Just a few months after completing a major overhaul that included reformatting all the current data holdings, the Research Collaboratory for Structural Bioinformatics is readying the revamped PDB for a June alpha release, said PDB co-director Phil Bourne.
But while major changes are taking place under the hood of the PDB, users have had uninterrupted access and have witnessed no slowdown in deposited structures.

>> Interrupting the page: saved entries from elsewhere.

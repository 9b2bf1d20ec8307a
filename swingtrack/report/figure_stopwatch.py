"""Hand-timed runs beside the clip: the period of each, miscounts where they were counted and where they belong."""

from __future__ import annotations

from typing import Any

from ..records import Quantity, Stopwatch
from .look import DATA, FIT, INK, key, new_figure, plain

EDGE = 0.06  # of the axis: a run that lies beyond it is drawn so far inside, with an arrow and its number


def stopwatch_figure(stopwatch: Stopwatch, clip_period: Quantity | None) -> Any:
    """`draw_stopwatch` as a figure of its own."""
    figure = new_figure()
    draw_stopwatch(figure.subplots(), stopwatch, clip_period)
    return figure


def draw_stopwatch(ax: Any, stopwatch: Stopwatch, clip_period: Quantity | None = None) -> Any:
    """Period of each trial, their mean with ± 2 u, and the clip's own period with ± 2 u."""
    _band(ax, stopwatch.period, DATA, "stopwatch, ± 2 u")
    if clip_period is not None:
        _band(ax, clip_period, FIT, "clip, ± 2 u")
    good, mended, odd = [], [], []
    for number, trial in enumerate(stopwatch.trials, start=1):
        if trial.verdict == "ok":
            good.append((number, trial.period_s))
        elif trial.swings_that_fit:
            mended.append((number, trial.seconds / trial.swings_that_fit))
        if trial.verdict != "ok":
            odd.append((number, trial.period_s, trial.verdict))
    anchors = [period for _, period in good + mended]
    anchors += [
        stopwatch.period.value + side * 2.0 * min(stopwatch.period.u, stopwatch.period.value)
        for side in (-1, 1)
    ]
    if clip_period is not None:
        anchors.append(clip_period.value)
    low, high = min(anchors), max(anchors)
    room = 0.25 * (high - low) or 0.01 * high
    low, high = low - room, high + room
    if good:
        ax.plot(*zip(*good, strict=True), "o", ms=6, color=DATA, label="counted right")
    if mended:
        ax.plot(*zip(*mended, strict=True), "o", ms=6, mfc="none", mew=1.3, color=DATA, label="count mended")
    for number, period, verdict in odd:
        shown = min(max(period, low + EDGE * (high - low)), high - EDGE * (high - low))
        mark = "x" if shown == period else ("^" if period > shown else "v")
        ax.plot([number], [shown], mark, ms=6, mew=1.4, color=INK)
        side = -1 if number == len(stopwatch.trials) else 1
        ax.annotate(
            f"{verdict}: {period:.4g} s",
            (number, shown),
            xytext=(7 * side, 0),
            textcoords="offset points",
            va="center",
            ha="left" if side > 0 else "right",
            fontsize=8.5,
            color=INK,
        )
    ax.set_ylim(low, high)
    ax.set_xlim(0.4, len(stopwatch.trials) + 0.6)
    ax.xaxis.get_major_locator().set_params(integer=True)
    key(ax, loc="lower right", bbox_to_anchor=(1.0, 0.99), ncols=2, borderaxespad=0.0)
    return plain(ax, "trial, number in the sheet", "period, s")


def _band(ax: Any, period: Quantity, colour: str, label: str) -> None:
    ax.axhspan(
        period.value - 2.0 * period.u, period.value + 2.0 * period.u, color=colour, alpha=0.16, lw=0, zorder=0
    )
    ax.axhline(period.value, color=colour, lw=1.3, label=label, zorder=1)
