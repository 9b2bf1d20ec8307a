"""Where the uncertainty comes from: each input's share of the variance."""

from __future__ import annotations

from collections.abc import Sequence
from typing import Any

from ..records import BudgetLine
from .layout import short
from .look import DATA, INK, new_figure, plain
from .rounding import percent

LONGEST_NAME = 34  # signs; longer ones leave the bars no room
MOST_BARS = 12  # the rest, each smaller than these, is drawn as one


def budget_figure(budget: Sequence[BudgetLine]) -> Any:
    """`draw_budget` as a figure as tall as it has bars."""
    bars = min(len(budget), MOST_BARS + 1)
    figure = new_figure((5.4, 1.0 + 0.3 * bars))
    draw_budget(figure.subplots(), budget)
    return figure


def draw_budget(ax: Any, budget: Sequence[BudgetLine]) -> Any:
    """Share of each input in the variance of the result, the largest on top."""
    ranked = sorted(budget, key=lambda line: -line.share)
    names = [input_name(line.input) for line in ranked[:MOST_BARS]]
    shares = [line.share for line in ranked[:MOST_BARS]]
    if len(ranked) > MOST_BARS:
        names.append(f"{len(ranked) - MOST_BARS} others")
        shares.append(sum(line.share for line in ranked[MOST_BARS:]))
    places = list(range(len(names)))[::-1]
    ax.barh(places, [100.0 * share for share in shares], color=DATA, height=0.62)
    for place, share in zip(places, shares, strict=True):
        ax.annotate(
            percent(share),
            (100.0 * max(share, 0.0), place),
            xytext=(4, 0),
            textcoords="offset points",
            va="center",
            fontsize=8.5,
            color=INK,
        )
    ax.set_yticks(places, names)
    ax.set_xlim(0.0, 112.0)
    ax.set_xticks([0, 25, 50, 75, 100])
    ax = plain(ax, "share of the variance, %", "")
    ax.tick_params(axis="y", length=0)
    ax.spines["left"].set_visible(False)
    return ax


def input_name(name: str) -> str:
    """An input as people read it: "upper_spacing" → "upper spacing"."""
    return short(name.replace("_", " "), LONGEST_NAME)
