"""What a rig of each size would reach, and how long a clip is worth filming."""

from __future__ import annotations

from typing import Any

import numpy as np

from .look import DATA, FAINT, FIT, SHADE, key, new_figure, plain, say
from .rounding import bare

LEVELS = 10  # contours between the best and what nineteen rigs in twenty reach


def plan_rig_figure(plan: Any) -> Any:
    """`draw_reach` as a figure of its own."""
    figure = new_figure((6.4, 4.4))
    draw_reach(figure.subplots(), plan)
    return figure


def plan_clip_figure(plan: Any) -> Any:
    """`draw_clip_length` as a figure of its own."""
    figure = new_figure()
    draw_clip_length(figure.subplots(), plan)
    return figure


def draw_reach(ax: Any, plan: Any) -> Any:
    """Contours of the expanded uncertainty of the moment over spacing and length; grey where no rig can be.

    Forbidden are rigs too high or wide for the room, too fast or slow, too near to sway, or with strings too short.
    """
    spacing, length = 1e3 * plan.spacing_m, 1e3 * plan.length_m
    ax.contourf(
        spacing,
        length,
        (~plan.allowed).astype(float),
        levels=[0.5, 1.5],
        colors=[SHADE],
        zorder=0,
    )
    reach = 100.0 * plan.relative_u
    if np.isfinite(reach).any():
        low, high = float(np.nanmin(reach)), float(np.nanpercentile(reach, 95))
        if high > 1.02 * low:
            levels = np.geomspace(1.02 * low, high, LEVELS)
            lines = ax.contour(spacing, length, reach, levels=levels, colors=DATA, linewidths=1.0)
            ax.clabel(lines, fmt=lambda value: f"{bare(value, 2)} %", fontsize=8, colors=DATA)
            ax.plot([], [], "-", lw=1.0, color=DATA, label="expanded uncertainty of the moment")
    given = plan.rig.suspension.dimensions
    ax.plot(
        1e3 * given["upper_spacing"].value,
        1e3 * given["length"].value,
        "D",
        ms=8,
        color=FIT,
        label="the plan",
        clip_on=False,
        zorder=5,
    )
    ax.plot([], [], "s", ms=9, color=SHADE, mec=FAINT, label="can't be hung, or too near to sway")
    key(ax, loc="lower left", bbox_to_anchor=(0.0, 1.0), ncols=2, borderaxespad=0.3)
    return plain(ax, "string spacing, mm", "string length, mm")


def draw_clip_length(ax: Any, plan: Any) -> Any:
    """Relative standard uncertainty of the period over the length of the clip, the planned length marked."""
    if plan.clip_lengths_s.size < 2:
        say(ax, "a single length of clip")
        return plain(ax, "length of the clip, s", "uncertainty of the period, ppm")
    ax.plot(
        plan.clip_lengths_s, 1e6 * plan.period_relative_u, "-", lw=1.6, color=DATA, label="expected, u(T)/T"
    )
    ax.axvline(plan.clip_s, color=FIT, lw=1.3, label="the plan")
    key(ax, loc="upper right")
    ax.set_ylim(bottom=0.0)  # from nothing on, so that a longer clip that gains little is seen to gain little
    return plain(ax, "length of the clip, s", "uncertainty of the period, ppm")
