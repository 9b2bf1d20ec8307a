"""The one rounding rule: the uncertainty to two significant digits, the value to the same place.

GUM (JCGM 100:2008), 7.2.6: uncertainties to at most two significant digits, the value rounded to agree. Halves go
to the even digit.
"""

from __future__ import annotations

import math
from decimal import ROUND_HALF_EVEN, Decimal

from ..records import Quantity

FEW_DIGITS = 6  # of a number that has no uncertainty to say how many are meant


def rounded(value: float, u: float) -> tuple[str, str]:
    """Value and uncertainty as plain decimals by the rule.

    Examples
    --------
    >>> rounded(2.2427197, 8.168e-05)
    ('2.242720', '0.000082')
    >>> rounded(1234.5, 37.2)
    ('1234', '37')
    """
    if not (math.isfinite(u) and u > 0.0):
        return f"{value:.{FEW_DIGITS}g}", "0"
    place = _place(u)
    return _at(value, place), _at(u, place)


def _place(u: float) -> int:
    """Power of ten of the last digit that is shown."""
    exponent = Decimal(u).adjusted()
    # 0.0996 rounds to 0.10: the digit kept moves with it
    if Decimal(u).quantize(Decimal(1).scaleb(exponent - 1), ROUND_HALF_EVEN).adjusted() > exponent:
        exponent += 1
    return exponent - 1


def _at(value: float, place: int) -> str:
    number = Decimal(value).quantize(Decimal(1).scaleb(min(place, 0)), ROUND_HALF_EVEN)
    if place > 0:
        number = Decimal(value).quantize(Decimal(1).scaleb(place), ROUND_HALF_EVEN)
    return f"{number:f}"


def show(quantity: Quantity | None, unit: str = "", *, scale: float = 1.0, k: float = 1.0) -> str:
    """ "1.12840 ± 0.00012 s": value ± k·u in `unit`, of which one is `scale` of the quantity's own."""
    if quantity is None:
        return "not known"
    unit = unit or quantity.unit
    value, u = quantity.value * scale, quantity.u * scale * k
    power = _power(max(abs(value), u))
    if power:
        text, doubt = rounded(value / 10.0**power, u / 10.0**power)
        return f"({text} ± {doubt})·10{_raised(power)} {unit}".rstrip()
    text, doubt = rounded(value, u)
    return f"{text} ± {doubt} {unit}".rstrip() if u > 0.0 else f"{text} {unit}".rstrip()


def _power(size: float) -> int:
    """Power of ten to take out: none between 0.001 and a hundred thousand."""
    if size == 0.0 or not math.isfinite(size) or 1e-3 <= size < 1e5:
        return 0
    return math.floor(math.log10(size))


def _raised(power: int) -> str:
    return str(power).translate(str.maketrans("-0123456789", "⁻⁰¹²³⁴⁵⁶⁷⁸⁹"))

Bringing the 30-year-old project up to date unobtrusively wasn’t an easy task for Bourne and the other members of the RCSB — a consortium comprised of Rutgers University, the San Diego Supercomputer Center, and the National Institute of Standards and Technology. Upon taking over management of the PDB from Brookhaven National Laboratory in 1998, Bourne said the resource began as a “patchwork quilt” of software and databases from the three separate sites — not an optimal arrangement for a project hoping to provide a streamlined and easily accessible portal for structural bioinformatics research.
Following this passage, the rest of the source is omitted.